The housing rebound has cooled as bad weather slowed the market and as buyers adjust to higher borrowing costs and rising property values, which have hurt affordability. Nonetheless, builders such as KB Home remain optimistic about the outlook for the market, which will need to expand to meet the needs of a growing population.
“I wouldn’t panic, but it’s obviously not a good report,” said Michael Hanson, a senior U.S. economist at Bank of America Corp. in New York, the best forecaster of new-homes sales over the past two years, according to data compiled by Bloomberg. “I don’t feel like this is the beginning of the end of the housing recovery by any stretch.”
Stocks dropped after the report, erasing earlier gains. The Standard & Poor’s 500 Index declined 0.1 percent to 1,789.24 at 10:17 a.m. in New York following the gauge’s worst week since June 2012.

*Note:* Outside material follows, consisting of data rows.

def input_messages(
    *,
    sidecar: str,
    assumed: str | None,
    notes: Sequence[str],
    rows_read: int,
    missing: Sequence[int],
    excluded: Sequence[tuple[int, str]],
    dropped: Sequence[tuple[int, str]],
    dropped_total: int,
) -> list[Message]:
    """The messages about the input that every fit states alike, whether the file was read whole or in chunks:
    an assumed model, the reader's notes, leave_out rows that are not there and those left out, rows dropped."""
    out: list[Message] = []
    if assumed is not None:
        out.append(
            Message(
                "note",
                f"There is no sidecar model, so the line {assumed} (second column against the first) was assumed.",
            )
        )
    out += [Message("warning" if "not UTF-8" in n else "note", n) for n in notes]
    if missing:
        out.append(
            Message(
                "warning",
                f"{sidecar}: leave_out names row(s) {', '.join(map(str, missing))}, which the CSV does not have "
                f"(it has data rows 1 to {rows_read}); nothing was left out for them",
            )
        )
    if excluded:
        out.append(
            Message(
                "note",
                f"{len(excluded)} row(s) left out as the sidecar asks, each with its reason (listed on the page): "
                f"rows {', '.join(str(r) for r, _ in excluded)}.",
            )
        )
    if dropped_total:
        rows = ", ".join(str(r) for r, _ in dropped[:20])
        more = f" and {dropped_total - 20} more" if dropped_total > 20 else ""
        reasons = sorted({why for _, why in dropped})
        out.append(Message("warning", f"{dropped_total} row(s) left out ({'; '.join(reasons)}): rows {rows}{more}."))
    return out


def one_normality_check(diagnostics: tuple[Diagnostic, ...]) -> tuple[Diagnostic, ...]:
    """Shapiro–Wilk and Jarque–Bera shown as one check, ``normality``, so that they never read as two verdicts.

    Shapiro–Wilk decides where it is computed (3 to 5,000 rows): it is the more powerful test in small and
    moderate samples, where Jarque–Bera's χ² approximation is poor (common practice). Above that, Jarque–Bera,
    a large-sample test, decides. The other test's result is stated in the text, not as a verdict.
    """
    by_name = {d.check: d for d in diagnostics}
    sw, jb = by_name.get("normality_shapiro"), by_name.get("normality_jarque_bera")
    if sw is None or jb is None:
        return diagnostics
    if sw.p_value is not None:
        lead, other, why = sw, jb, "Shapiro–Wilk decides (the more powerful test up to 5,000 rows)"
    else:
        lead, other, why = jb, sw, "Jarque–Bera decides (Shapiro–Wilk is computed for 3 to 5,000 rows only)"
    aside = ""
    if other.p_value is not None:
        start = other.text.rfind(" (")  # the figures are in the sentence's last parentheses
        inner = other.text[start + 2 : other.text.rfind(")")] if start >= 0 else ""
        aside = f" For reference only, not a second verdict: {inner}." if inner else ""
    merged = Diagnostic(
        "normality",
        "Bell-shaped residuals",
        lead.statistic,
        lead.p_value,
        lead.flag,
        f"{lead.text} {why}.{aside}",
        lead.advice,
        lead.rows,
    )
    out: list[Diagnostic] = []
    for d in diagnostics:
        if d.check == "normality_shapiro":
            out.append(merged)
        elif d.check != "normality_jarque_bera":
            out.append(d)
    return tuple(out)


def replicated_settings(design: Design) -> NDArray[np.bool_]:
    """Rows whose predictor setting (every design column but the intercept) occurs in more than one row."""
    cols = [j for j, t in enumerate(design.terms) if t != "Intercept"]
    if not cols:
        return np.zeros(len(design.y), dtype=bool)
    settings = np.asarray(design.X[:, cols], dtype=np.float64)
    # One predictor: the values themselves (numpy sorts rows of several columns as records, which took 6 s of a
    # 5 M-row build; one column sorted as numbers groups the same rows).
    flat = settings[:, 0] if settings.shape[1] == 1 else settings
    _, inverse, counts = np.unique(flat, axis=None if flat.ndim == 1 else 0, return_inverse=True, return_counts=True)
    return np.asarray(counts[np.ravel(inverse)] > 1, dtype=bool)


def designed_rows(design: Design, spec: DatasetSpec) -> NDArray[np.bool_]:
    """Rows whose x are set values of the design: every row of a calibration (its standards, replicated or
    not), and elsewhere the settings measured more than once. Their leverage alone never flags them."""
    if spec.purpose == "calibration":
        return np.ones(len(design.y), dtype=bool)
    return replicated_settings(design)


def fit_checks(design: Design, fit: OlsFit, infl: Influence, weights: FloatArray | None = None) -> tuple[Check, ...]:
    """Every model check of a fit read whole, on the fit's own extended-precision pieces (the one place that
    hands them to :func:`~sitegen.stats.checks.model_checks`)."""
    return model_checks(
        design.X,
        design.y,
        fit.resid,
        fit.fitted,
        terms=fit.terms,
        has_intercept=fit.has_intercept,
        infl=infl,
        alpha=1 - fit.level,
        weights=weights,
        precise=Precise(
            design.X_ext, fit.resid_ext, fit.y_ext - fit.resid_ext, fit.q, fit.xtx_inv, fit.condition, fit.q_ext
        ),
    )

The median forecast of 75 economists surveyed by Bloomberg News called for 455,000. Estimates ranged from 420,000 to 475,000. November was revised down from a previously estimated 464,000 pace.
Demand is rebounding from a record-low 306,000 homes sold in 2011. That compares with a record peak of 1.28 million in 2005 at the height of the housing boom.
The median sales price increased 4.6 percent from December 2012 to $270,200, today’s report showed.
Purchases dropped in three of four regions, led by a 36.4 percent plunge in the Northeast, the smallest market. The two largest areas, the South and West, also declined, while the Midwest jumped 17.6 percent.
The supply of homes at the current sales rate rose to 5 months, the most since September, from 4.7 months in November. There were 171,000 new houses on the market at the end of December, the fewest since July.
Weather might have dealt a setback to some builders, with snowfall 21 percent above normal in December, according to weather-data provider Planalytics Inc. Last month was the coldest December since 2009.
In a another sign of slowing momentum, housing starts fell 9.8 percent last month to an annual rate of 999,000 following November’s 1.11 million pace, which was the highest since November 2007, the Commerce Department reported earlier this month. Work on single-family houses fell 7 percent to a 667,000 rate in December from 717,000 the prior month.
New-home sales, which account for about 7 percent of the residential market, are tabulated when contracts are signed, making them a timelier barometer than transactions on existing homes.
Purchases of previously owned homes climbed in December for the first time in five months, with sales up 1 percent to a 4.87 million annual pace, the National Association of Realtors reported Jan. 23. The gain capped the industry’s strongest year since 2006.
Builders see plenty of room for growth this year, said Jeffrey Mezger, chief executive of KB Home in Los Angeles.
“The fundamental drivers of a housing recovery remain in place, although conditions are not as favorable as they were six months ago ” Mezger said on a Dec. 19 earnings call. “Affordability is at attractive levels, demographics remain strong and there’s pent-up demand.”
While higher borrowing costs and prices are keeping some people out of the market, that pause should be short-lived, Mezger said.
“In the meantime, we feel that less upward pressure on home prices is healthy for a measured, sustainable housing recovery,” he said.